A Strategic Compass for Europe's Return to Power Politics

Jun 14th, 2022
Jürgen Wagner

Those who need a compass have usually lost their bearings before – and this is certainly true of the European Union (EU) and its Common Foreign and Security Policy. At least this is what a new basic document puts forward, with which the European Union more or less openly admits to having operated at various levels and for many years with strategies and concepts that had no “reasonable” relation to one another. The “Strategic Compass”1 (SC) adopted at the EU summit on 25 March 2022 is intended to provide an explanation for this and to set the direction of future European military policy. As a new link, the Compass aims to close the currently gaping gap between the general objectives of the Union set out in the “European Union Global Strategy” of 2016, the outdated “Headline Goal” dating back to 2004 and the various mechanisms that have existed since about 2017 to build up military forces and capabilities (CDP/CARD; PESCO; EDF).

As the ultimate goal, the EU Global Strategy stated that it was necessary to achieve extensive “strategic autonomy”. To achieve this, in the first instance, a massive expansion of the military apparatus is considered necessary. Only then will the Union be able to assert its interests in times of increasing conflicts between great powers.

The objective of the Strategic Compass is to operationalise this requirement and synchronise it with the various levels of strategy and armed forces planning, which have so far been quite disparate. The Russian war of aggression against Ukraine, which began in the final stages of drawing up the document, acted as a kind of catalyst for such efforts. The previously prominent “return of power politics” thus became the all-dominating element, which is now to be the focus of most of the attention, due to unplanned recent revisions. The European Union needs a “quantum leap” to be able to “expand its geopolitical position”. This is any case how the Strategic Compass refer unabashedly to the actual goal, which is what is hiding behind the somewhat harmless term of strategic autonomy (SC: 6).

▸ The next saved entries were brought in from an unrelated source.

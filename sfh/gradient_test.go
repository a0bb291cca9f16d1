package sfh_test

import (
	"math"
	"testing"

	"github.com/stretchr/testify/assert"
	"github.com/stretchr/testify/require"

	"spinpop/sfh"
)

// mixParams is a constant, an exponential and two bursts: the shape of the
// example scenarios' histories.
type mixParams struct {
	wConst, wExp, tau float64
	mu1, sig1, f1     float64
	mu2, sig2, f2     float64
}

func (m mixParams) parts() []sfh.Part {
	return []sfh.Part{
		{Name: "flat", Component: sfh.Constant{}, Weight: m.wConst},
		{Name: "decline", Component: sfh.Exponential{TimescaleGyr: m.tau}, Weight: m.wExp},
		{Name: "burst", Component: sfh.Burst{AgeGyr: m.mu1, WidthGyr: m.sig1, MassFraction: m.f1}},
		{Name: "old", Component: sfh.Burst{AgeGyr: m.mu2, WidthGyr: m.sig2, MassFraction: m.f2}},
	}
}

// weights is the mixture's mass in each bin from the components'
// definitions (sfh's doc comments), written out here with math.Erf and
// math.Exp and no sfh code: a constant's (b−a)/T, an exponential rate
// ∝ exp(age/τ) giving (e^(b/τ) − e^(a/τ))/(e^(T/τ) − 1), a Gaussian
// truncated to [0, T] and renormalised there; bursts take their
// fractions, the smooth parts share the rest by weight.
func (m mixParams) weights(edges []float64) []float64 {
	const T = maxAge
	phi := func(z float64) float64 { return 0.5 * (1 + math.Erf(z/math.Sqrt2)) }
	gauss := func(a, b, mu, sig float64) float64 {
		return (phi((b-mu)/sig) - phi((a-mu)/sig)) / (phi((T-mu)/sig) - phi(-mu/sig))
	}
	rest := 1 - m.f1 - m.f2
	W := m.wConst + m.wExp
	out := make([]float64, len(edges)-1)
	for k := range out {
		a, b := math.Max(edges[k], 0), math.Min(edges[k+1], T)
		if !(b > a) {
			continue
		}
		exp := (math.Exp(b/m.tau) - math.Exp(a/m.tau)) / (math.Exp(T/m.tau) - 1)
		out[k] = rest*(m.wConst/W*(b-a)/T+m.wExp/W*exp) + m.f1*gauss(a, b, m.mu1, m.sig1) + m.f2*gauss(a, b, m.mu2, m.sig2)
	}
	return out
}

// The closed-form slopes of the bin weights are the derivatives of the
// mixture's definition: central differences (steps of 1e-5, error
// ~1e-10) of the weights written out independently above, for every
// parameter, in histories with a declining and a rising exponential,
// a burst near age 0, and bins beyond the oldest age.
func TestBinWeightSlopesAreTheDerivatives(t *testing.T) {
	edges := []float64{0, 0.1, 0.3, 0.6, 0.9, 1.2, 1.6, 2, 3, 4.5, 6, 8, 10, 12, 13.5, 14}
	names := []string{"flat.weight", "decline.weight", "decline.timescale_gyr",
		"burst.age_gyr", "burst.width_gyr", "burst.mass_fraction", "old.age_gyr", "old.width_gyr", "old.mass_fraction"}
	cases := map[string]mixParams{
		"declining": {1, 2, 3, 0.8, 0.1, 0.15, 8, 2.5, 0.3},
		"rising":    {0.5, 1, -2.5, 0.05, 0.3, 0.1, 11, 1, 0.2},
		"flat-ish":  {1, 1, 40, 1.5, 0.6, 0.05, 6, 3, 0.4},
	}
	for name, m := range cases {
		t.Run(name, func(t *testing.T) {
			h := mustNew(t, m.parts())
			got := make([][]float64, len(names))
			for j := range got {
				got[j] = make([]float64, len(edges)-1)
			}
			require.True(t, h.BinWeightSlopes(edges, names, got))
			fields := []*float64{&m.wConst, &m.wExp, &m.tau, &m.mu1, &m.sig1, &m.f1, &m.mu2, &m.sig2, &m.f2}
			for j, f := range fields {
				v := *f
				step := 1e-5 * math.Max(1, math.Abs(v))
				*f = v + step
				up := m.weights(edges)
				*f = v - step
				dn := m.weights(edges)
				*f = v
				for k := range up {
					want := (up[k] - dn[k]) / (2 * step)
					assert.InDelta(t, want, got[j][k], 1e-7, "%s bin %d", names[j], k)
				}
			}
		})
	}
}

// Without a closed form the slopes are refused, and the caller takes
// differences: a history with dips, a Piecewise rate, a burst taking all
// the mass (its share is then held by the rounding slack), an unknown
// name.
func TestBinWeightSlopesRefused(t *testing.T) {
	edges := []float64{0, 1, 2, 13}
	dst := [][]float64{make([]float64, 3)}
	assert.False(t, mustNew(t, mix1()).BinWeightSlopes(edges, []string{"burst.age_gyr"}, dst), "dips")
	pw := []sfh.Part{{Name: "bins", Weight: 1, Component: sfh.Piecewise{EdgesGyr: []float64{0, 1, 3, 13}, Rates: []float64{3, 1, 0.5}}}}
	assert.False(t, mustNew(t, pw).BinWeightSlopes(edges, []string{"bins.rate_1"}, dst), "a piecewise rate")
	solo := []sfh.Part{{Name: "burst", Component: sfh.Burst{AgeGyr: 2, WidthGyr: 0.3, MassFraction: 1}}}
	assert.False(t, mustNew(t, solo).BinWeightSlopes(edges, []string{"burst.age_gyr"}, dst), "a burst with all the mass")
	mix := mixParams{1, 2, 3, 0.8, 0.1, 0.15, 8, 2.5, 0.3}
	assert.False(t, mustNew(t, mix.parts()).BinWeightSlopes(edges, []string{"burst.depth"}, dst), "no such key")
	assert.True(t, mustNew(t, mix.parts()).BinWeightSlopes(edges, []string{"burst.age_gyr"}, dst))
}
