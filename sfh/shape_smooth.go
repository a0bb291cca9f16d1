package sfh

import "math"

// uniformShape is Constant: density 1/MaxAgeGyr.
type uniformShape struct{ maxAge float64 }

func (s *uniformShape) pdf(age float64) float64 {
	if age < 0 || age > s.maxAge {
		return 0
	}
	return 1 / s.maxAge
}

func (s *uniformShape) mass(lo, hi float64) float64 { return (hi - lo) / s.maxAge }

func (s *uniformShape) mean(lo, hi float64) float64 {
	if !(hi > lo) {
		return math.NaN()
	}
	return 0.5 * (lo + hi)
}

func (s *uniformShape) span(lo, hi float64) span {
	return span{kind: spanUniform, lo: lo, hi: hi, mass: s.mass(lo, hi)}
}

func (s *uniformShape) breaks(dst []float64) []float64 { return append(dst, 0, s.maxAge) }

// expShape is Exponential: density ∝ exp(age/TimescaleGyr) on [0, MaxAgeGyr].
// Everything is written in the distance r from the heavy end (MaxAgeGyr when
// the timescale is positive, 0 when negative), where the density is
// ∝ exp(−rate·r) with rate = 1/|TimescaleGyr|; expm1 and log1p then keep full
// precision from nearly flat (huge timescale) to nearly a spike (tiny one).
type expShape struct {
	maxAge    float64
	rate      float64 // 1/|TimescaleGyr|
	heavyHigh bool    // TimescaleGyr > 0: most mass at old ages
	norm      float64 // −expm1(−rate·maxAge) = rate·∫_0^maxAge exp(−rate·r) dr
}

func newExpShape(timescale, maxAge float64) *expShape {
	rate := 1 / math.Abs(timescale)
	return &expShape{
		maxAge:    maxAge,
		rate:      rate,
		heavyHigh: timescale > 0,
		norm:      -math.Expm1(-rate * maxAge),
	}
}

// dist returns the distance of age from the heavy end.
func (s *expShape) dist(age float64) float64 {
	if s.heavyHigh {
		return s.maxAge - age
	}
	return age
}

func (s *expShape) pdf(age float64) float64 {
	if age < 0 || age > s.maxAge {
		return 0
	}
	return s.rate * math.Exp(-s.rate*s.dist(age)) / s.norm
}

func (s *expShape) mass(lo, hi float64) float64 {
	near := s.dist(lo)
	if s.heavyHigh {
		near = s.dist(hi)
	}
	return math.Exp(-s.rate*near) * -math.Expm1(-s.rate*(hi-lo)) / s.norm
}

func (s *expShape) mean(lo, hi float64) float64 {
	w := hi - lo
	if !(w > 0) {
		return math.NaN()
	}
	// Mean distance from the range's heavy end, as a fraction of the width:
	// 1/y − 1/expm1(y) with y = rate·w, which tends to 1/2 − y/12 for small y.
	y := s.rate * w
	var f float64
	if y < 1e-3 {
		f = 0.5 - y/12 + y*y*y/720
	} else {
		f = 1/y - 1/math.Expm1(y)
	}
	if s.heavyHigh {
		return hi - w*f
	}
	return lo + w*f
}

func (s *expShape) span(lo, hi float64) span {
	return span{
		kind:      spanExp,
		lo:        lo,
		hi:        hi,
		mass:      s.mass(lo, hi),
		rate:      s.rate,
		heavyHigh: s.heavyHigh,
		em1:       math.Expm1(-s.rate * (hi - lo)),
	}
}

func (s *expShape) breaks(dst []float64) []float64 {
	dst = append(dst, 0, s.maxAge)
	for _, k := range []float64{0.5, 1, 2, 4, 8, 16, 32} {
		r := k / s.rate
		if s.heavyHigh {
			dst = append(dst, s.maxAge-r)
		} else {
			dst = append(dst, r)
		}
	}
	return dst
}
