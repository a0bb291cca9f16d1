package sfh

import (
	"fmt"
	"math"
)

// Exponential is an exponentially declining star-formation rate with e-folding
// time TimescaleGyr in cosmic time. Cosmic time runs opposite to lookback age
// (t = MaxAgeGyr − τ), so over lookback age the rate is
//
//	rate(τ) ∝ exp(−t/TimescaleGyr) ∝ exp(τ/TimescaleGyr).
//
// A positive TimescaleGyr puts more star formation in the past (old ages); a
// negative one is a rising history with more star formation recently. Zero is
// not allowed; a very large |TimescaleGyr| approaches Constant.
type Exponential struct {
	TimescaleGyr float64
}

func (Exponential) kind() string     { return "Exponential" }
func (Exponential) role() Role       { return Smooth }
func (Exponential) strength() string { return "" }

func (e Exponential) check(part string, _ float64) error {
	if !finite(e.TimescaleGyr) || e.TimescaleGyr == 0 {
		return outOfRange(part, e, "TimescaleGyr", "timescale_gyr", e.TimescaleGyr,
			"(-Inf, 0) ∪ (0, +Inf): finite and non-zero; positive declines toward the present, negative rises")
	}
	return nil
}

func (e Exponential) newShape(maxAge float64) shape { return newExpShape(e.TimescaleGyr, maxAge) }

// params: the timescale cannot change sign through a fit's box, so its
// range is the side of zero the current value is on.
func (e Exponential) params(add func(string, float64, float64, float64), _ float64) {
	inf := math.Inf(1)
	if e.TimescaleGyr > 0 {
		add("timescale_gyr", e.TimescaleGyr, 0, inf)
	} else {
		add("timescale_gyr", e.TimescaleGyr, -inf, 0)
	}
}

func (e Exponential) with(key string, v float64) (Component, bool) {
	if key != "timescale_gyr" {
		return e, false
	}
	e.TimescaleGyr = v
	return e, true
}

func (e Exponential) clone() Component { return e }

// String describes the component in a few words.
func (e Exponential) String() string {
	if e.TimescaleGyr < 0 {
		return fmt.Sprintf("exponentially rising rate, e-folding %g Gyr", -e.TimescaleGyr)
	}
	return fmt.Sprintf("exponentially declining rate, e-folding %g Gyr", e.TimescaleGyr)
}
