package sfh

import "math"

// stepShape is Piecewise: constant density on each bin, zero outside the edges.
type stepShape struct {
	edges []float64
	dens  []float64 // normalised density per bin
	cum   []float64 // cumulative mass at each edge; cum[0] = 0, cum[n] = 1
}

func newStepShape(edges, rates []float64) *stepShape {
	n := len(rates)
	s := &stepShape{
		edges: append([]float64(nil), edges...),
		dens:  make([]float64, n),
		cum:   make([]float64, n+1),
	}
	var total float64
	for i, r := range rates {
		total += r * (edges[i+1] - edges[i])
	}
	for i, r := range rates {
		s.dens[i] = r / total
		s.cum[i+1] = s.cum[i] + s.dens[i]*(edges[i+1]-edges[i])
	}
	// Pin the last edge so that rounding cannot leave mass above 1.
	s.cum[n] = 1
	return s
}

// bin returns the index i with edges[i] ≤ age < edges[i+1], or −1 outside.
// The last bin includes its upper edge.
func (s *stepShape) bin(age float64) int {
	n := len(s.dens)
	if age < s.edges[0] || age > s.edges[n] {
		return -1
	}
	lo, hi := 0, n // invariant: edges[lo] ≤ age, answer < hi
	for hi-lo > 1 {
		mid := (lo + hi) / 2
		if s.edges[mid] <= age {
			lo = mid
		} else {
			hi = mid
		}
	}
	return lo
}

func (s *stepShape) pdf(age float64) float64 {
	i := s.bin(age)
	if i < 0 {
		return 0
	}
	return s.dens[i]
}

// cdf returns the mass below age.
func (s *stepShape) cdf(age float64) float64 {
	n := len(s.dens)
	if age <= s.edges[0] {
		return 0
	}
	if age >= s.edges[n] {
		return 1
	}
	i := s.bin(age)
	return s.cum[i] + s.dens[i]*(age-s.edges[i])
}

func (s *stepShape) mass(lo, hi float64) float64 { return math.Max(s.cdf(hi)-s.cdf(lo), 0) }

func (s *stepShape) mean(lo, hi float64) float64 {
	var m0, m1 float64
	for i, d := range s.dens {
		a, b := math.Max(lo, s.edges[i]), math.Min(hi, s.edges[i+1])
		if b <= a || d == 0 {
			continue
		}
		m := d * (b - a)
		m0 += m
		m1 += m * 0.5 * (a + b)
	}
	if m0 <= 0 {
		return math.NaN()
	}
	return clamp(m1/m0, lo, hi)
}

// quantile inverts the cumulative: the age at which the mass below is c.
func (s *stepShape) quantile(c float64) float64 {
	n := len(s.dens)
	// Largest i with cum[i] ≤ c. Empty bins have cum[i] == cum[i+1], so the
	// search steps past them and never lands in one unless c reaches 1.
	lo, hi := 0, n+1
	for hi-lo > 1 {
		mid := (lo + hi) / 2
		if s.cum[mid] <= c {
			lo = mid
		} else {
			hi = mid
		}
	}
	if lo >= n || s.dens[lo] == 0 {
		return s.edges[lo]
	}
	return math.Min(s.edges[lo]+(c-s.cum[lo])/s.dens[lo], s.edges[lo+1])
}

func (s *stepShape) span(lo, hi float64) span {
	cl, ch := s.cdf(lo), s.cdf(hi)
	return span{
		kind:  spanSteps,
		lo:    lo,
		hi:    hi,
		mass:  math.Max(ch-cl, 0),
		steps: s,
		cumLo: cl,
		cumHi: ch,
	}
}

func (s *stepShape) breaks(dst []float64) []float64 { return append(dst, s.edges...) }
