package sfh

import (
	"math"
	"sort"

	"gonum.org/v1/gonum/integrate/quad"
)

// glOrder is the Gauss–Legendre order used on each quadrature panel. Ten
// nodes integrate polynomials of degree 19 exactly; panels are split until a
// panel and its two halves agree, so a partial panel is as well resolved.
const glOrder = 10

// glNodes and glWeights are the rule on [−1, 1], from gonum.
var glNodes, glWeights = func() ([]float64, []float64) {
	x := make([]float64, glOrder)
	w := make([]float64, glOrder)
	quad.Legendre{}.FixedLocations(x, w, -1, 1)
	return x, w
}()

// gaussLegendre integrates f and age·f over [a, b].
func gaussLegendre(f func(float64) float64, a, b float64) (m0, m1 float64) {
	mid, half := 0.5*(a+b), 0.5*(b-a)
	for i, x := range glNodes {
		t := mid + half*x
		v := glWeights[i] * f(t)
		m0 += v
		m1 += v * t
	}
	return m0 * half, m1 * half
}

// panelTable integrates a density that has no closed form (a history with
// dips) on a fixed set of panels. cum0 and cum1 hold ∫ f and ∫ age·f from 0
// to each boundary, so any range costs two partial panels.
type panelTable struct {
	f    func(float64) float64
	x    []float64 // panel boundaries, x[0] = 0, x[n] = MaxAgeGyr
	cum0 []float64
	cum1 []float64
}

// Tolerances of the adaptive split: absolute (the total is about 1) plus a
// relative part, a depth cap and a smallest panel as a fraction of the range.
const (
	panelAbsTol   = 1e-15
	panelRelTol   = 1e-13
	panelMaxDepth = 48
	panelMinFrac  = 1e-13
)

// newPanelTable splits [0, maxAge] at the given break ages and then halves
// each panel until ten-point Gauss–Legendre on it agrees with the sum over its
// halves.
func newPanelTable(f func(float64) float64, maxAge float64, breaks []float64) *panelTable {
	pts := []float64{0, maxAge}
	for _, b := range breaks {
		if b > 0 && b < maxAge {
			pts = append(pts, b)
		}
	}
	sort.Float64s(pts)
	minWidth := panelMinFrac * maxAge
	uniq := pts[:1]
	for _, p := range pts[1:] {
		if p-uniq[len(uniq)-1] > minWidth {
			uniq = append(uniq, p)
		}
	}
	uniq[len(uniq)-1] = maxAge

	t := &panelTable{f: f, x: []float64{0}, cum0: []float64{0}, cum1: []float64{0}}
	type job struct {
		a, b   float64
		m0, m1 float64
		depth  int
	}
	var stack []job
	for i := len(uniq) - 1; i > 0; i-- {
		a, b := uniq[i-1], uniq[i]
		m0, m1 := gaussLegendre(f, a, b)
		stack = append(stack, job{a, b, m0, m1, 0})
	}
	// Depth-first, left half last on the stack so panels come out in order.
	for len(stack) > 0 {
		j := stack[len(stack)-1]
		stack = stack[:len(stack)-1]
		mid := 0.5 * (j.a + j.b)
		l0, l1 := gaussLegendre(f, j.a, mid)
		r0, r1 := gaussLegendre(f, mid, j.b)
		fine := l0 + r0
		if math.Abs(fine-j.m0) <= panelAbsTol+panelRelTol*math.Abs(fine) ||
			j.depth >= panelMaxDepth || j.b-j.a <= 2*minWidth {
			t.push(mid, l0, l1)
			t.push(j.b, r0, r1)
			continue
		}
		stack = append(stack, job{mid, j.b, r0, r1, j.depth + 1}, job{j.a, mid, l0, l1, j.depth + 1})
	}
	t.x[len(t.x)-1] = maxAge
	return t
}

func (t *panelTable) push(b, m0, m1 float64) {
	n := len(t.x) - 1
	t.x = append(t.x, b)
	t.cum0 = append(t.cum0, t.cum0[n]+m0)
	t.cum1 = append(t.cum1, t.cum1[n]+m1)
}

// total returns ∫ f over the whole range.
func (t *panelTable) total() float64 { return t.cum0[len(t.cum0)-1] }

// upTo returns ∫_0^age f and ∫_0^age age·f for age in [0, MaxAgeGyr].
func (t *panelTable) upTo(age float64) (m0, m1 float64) {
	n := len(t.x) - 1
	if age <= 0 {
		return 0, 0
	}
	if age >= t.x[n] {
		return t.cum0[n], t.cum1[n]
	}
	lo, hi := 0, n // invariant: x[lo] ≤ age < x[hi]
	for hi-lo > 1 {
		mid := (lo + hi) / 2
		if t.x[mid] <= age {
			lo = mid
		} else {
			hi = mid
		}
	}
	m0, m1 = t.cum0[lo], t.cum1[lo]
	if age > t.x[lo] {
		p0, p1 := gaussLegendre(t.f, t.x[lo], age)
		m0 += p0
		m1 += p1
	}
	return m0, m1
}

// between returns ∫ f and ∫ age·f over [lo, hi] with 0 ≤ lo ≤ hi ≤ MaxAgeGyr.
func (t *panelTable) between(lo, hi float64) (m0, m1 float64) {
	a0, a1 := t.upTo(lo)
	b0, b1 := t.upTo(hi)
	return math.Max(b0-a0, 0), b1 - a1
}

What is unusual is that the document not only attempts to close a significant gap between strategy and armed forces planning, but also expresses “clear targets and milestones” (SC: 3) in the form of over 60 individual proposals. Military build-up and arms investments, in particular, are sometimes quite specific and ambitious, and the project to set up a “Rapid Reaction Force” with 5,000 soldiers was widely recognised. Officially, these targets are intended to strengthen commitment, but to some extend the impression is given that controversial issues have simply been put off. As ambitious as the Strategic Compass may seem, its scope will therefore crucially depend on the extent to which it will be possible to actually achieve the stated goals. Another potential area of conflict could also be the contradiction between increasing efforts in European towards achieving autonomy, and the leadership claimed by NATO (or the US), which is also rather tediously glossed over in the document. In fact, the Compass lays the foundations for positioning itself as an independent military world power, possibly even in competition with the US in the struggle between the great powers. The really problematic issue in all of this is the full commitment to the expansion of the military apparatus as the only proven means of responding to the increasing conflicts between great powers. Other aspects are reduced to add-ons within these power conflicts – confidence-building measures, disarmament initiatives or arms control, which would be suitable for reducing the ever-increasing tensions, but unfortunately only lead a shadowy existence in the Compass. The Compass could have given the EU the chance to distinguish itself with a countermodel to the militarised competition between great powers. This would be of central importance if to concentrate efforts on the truly pressing human problems: the climate disaster, poverty and hunger and the health crisis. The Compass barely touches on these matters. Instead of starting here and focusing on issues of justice, the Compass turned into a mere work programme for the accelerated armament of the Union.

About the author

Jürgen Wagner is a political scientist and historian. He is a managing member of the Tübingen Information Centre for Militarisation (IMI) e.V. and author of a number of specialist articles on security policy issues, with a focus on: Militarisation of the EU, NATO expansion to the East, current wars. In 2018, he published with Claudia Haydt the book: “The militarisation of the EU. The (un)stopable path of Europe to a military superpower”.